== SUPPLIED MATERIAL

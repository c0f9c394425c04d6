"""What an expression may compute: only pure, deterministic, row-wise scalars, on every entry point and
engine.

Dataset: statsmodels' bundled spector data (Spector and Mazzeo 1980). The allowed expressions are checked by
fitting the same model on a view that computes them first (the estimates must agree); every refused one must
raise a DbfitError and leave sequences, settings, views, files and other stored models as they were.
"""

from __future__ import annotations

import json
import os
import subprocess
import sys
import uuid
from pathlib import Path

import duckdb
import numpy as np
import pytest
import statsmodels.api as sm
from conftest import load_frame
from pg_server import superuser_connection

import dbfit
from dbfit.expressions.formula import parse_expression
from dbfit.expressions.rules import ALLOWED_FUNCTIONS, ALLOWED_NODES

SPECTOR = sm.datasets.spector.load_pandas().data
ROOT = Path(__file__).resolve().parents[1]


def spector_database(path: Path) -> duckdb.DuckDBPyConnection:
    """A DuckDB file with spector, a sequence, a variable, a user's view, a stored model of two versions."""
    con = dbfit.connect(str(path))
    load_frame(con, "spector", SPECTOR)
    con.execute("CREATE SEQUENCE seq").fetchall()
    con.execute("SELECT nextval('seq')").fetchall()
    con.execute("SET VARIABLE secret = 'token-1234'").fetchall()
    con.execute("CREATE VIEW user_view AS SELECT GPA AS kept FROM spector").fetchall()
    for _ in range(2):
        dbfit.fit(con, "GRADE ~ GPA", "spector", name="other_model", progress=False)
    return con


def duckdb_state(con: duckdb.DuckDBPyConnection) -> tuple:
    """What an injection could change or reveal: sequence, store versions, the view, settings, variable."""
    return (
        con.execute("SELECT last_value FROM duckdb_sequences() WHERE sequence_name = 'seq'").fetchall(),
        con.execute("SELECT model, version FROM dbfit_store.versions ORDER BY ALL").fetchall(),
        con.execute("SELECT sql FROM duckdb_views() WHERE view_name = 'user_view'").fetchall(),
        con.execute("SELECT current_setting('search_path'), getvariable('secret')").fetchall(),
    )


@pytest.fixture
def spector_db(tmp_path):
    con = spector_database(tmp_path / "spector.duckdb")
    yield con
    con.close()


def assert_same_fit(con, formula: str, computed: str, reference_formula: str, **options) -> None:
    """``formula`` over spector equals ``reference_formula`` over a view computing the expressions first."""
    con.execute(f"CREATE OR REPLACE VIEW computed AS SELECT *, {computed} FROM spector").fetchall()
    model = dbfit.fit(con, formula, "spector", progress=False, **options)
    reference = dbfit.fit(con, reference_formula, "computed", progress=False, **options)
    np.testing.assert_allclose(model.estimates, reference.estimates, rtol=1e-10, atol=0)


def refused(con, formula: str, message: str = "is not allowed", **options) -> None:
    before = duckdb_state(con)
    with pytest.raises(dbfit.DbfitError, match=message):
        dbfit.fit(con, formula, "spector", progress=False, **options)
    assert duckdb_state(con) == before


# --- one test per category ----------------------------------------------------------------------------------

====

Repeat the data above exactly.

EXPECTED ANSWER:
repository c0f9c394425c04d6
"""What an expression may compute: only pure, deterministic, row-wise scalars, on every entry point and
engine.

Dataset: statsmodels' bundled spector data (Spector and Mazzeo 1980). The allowed expressions are checked by
fitting the same model on a view that computes them first (the estimates must agree); every refused one must
raise a DbfitError and leave sequences, settings, views, files and other stored models as they were.
"""

from __future__ import annotations

import json
import os
import subprocess
import sys
import uuid
from pathlib import Path

import duckdb
import numpy as np
import pytest
import statsmodels.api as sm
from conftest import load_frame
from pg_server import superuser_connection

import dbfit
from dbfit.expressions.formula import parse_expression
from dbfit.expressions.rules import ALLOWED_FUNCTIONS, ALLOWED_NODES

SPECTOR = sm.datasets.spector.load_pandas().data
ROOT = Path(__file__).resolve().parents[1]


def spector_database(path: Path) -> duckdb.DuckDBPyConnection:
    """A DuckDB file with spector, a sequence, a variable, a user's view, a stored model of two versions."""
    con = dbfit.connect(str(path))
    load_frame(con, "spector", SPECTOR)
    con.execute("CREATE SEQUENCE seq").fetchall()
    con.execute("SELECT nextval('seq')").fetchall()
    con.execute("SET VARIABLE secret = 'token-1234'").fetchall()
    con.execute("CREATE VIEW user_view AS SELECT GPA AS kept FROM spector").fetchall()
    for _ in range(2):
        dbfit.fit(con, "GRADE ~ GPA", "spector", name="other_model", progress=False)
    return con


def duckdb_state(con: duckdb.DuckDBPyConnection) -> tuple:
    """What an injection could change or reveal: sequence, store versions, the view, settings, variable."""
    return (
        con.execute("SELECT last_value FROM duckdb_sequences() WHERE sequence_name = 'seq'").fetchall(),
        con.execute("SELECT model, version FROM dbfit_store.versions ORDER BY ALL").fetchall(),
        con.execute("SELECT sql FROM duckdb_views() WHERE view_name = 'user_view'").fetchall(),
        con.execute("SELECT current_setting('search_path'), getvariable('secret')").fetchall(),
    )


@pytest.fixture
def spector_db(tmp_path):
    con = spector_database(tmp_path / "spector.duckdb")
    yield con
    con.close()


def assert_same_fit(con, formula: str, computed: str, reference_formula: str, **options) -> None:
    """``formula`` over spector equals ``reference_formula`` over a view computing the expressions first."""
    con.execute(f"CREATE OR REPLACE VIEW computed AS SELECT *, {computed} FROM spector").fetchall()
    model = dbfit.fit(con, formula, "spector", progress=False, **options)
    reference = dbfit.fit(con, reference_formula, "computed", progress=False, **options)
    np.testing.assert_allclose(model.estimates, reference.estimates, rtol=1e-10, atol=0)


def refused(con, formula: str, message: str = "is not allowed", **options) -> None:
    before = duckdb_state(con)
    with pytest.raises(dbfit.DbfitError, match=message):
        dbfit.fit(con, formula, "spector", progress=False, **options)
    assert duckdb_state(con) == before


# --- one test per category ----------------------------------------------------------------------------------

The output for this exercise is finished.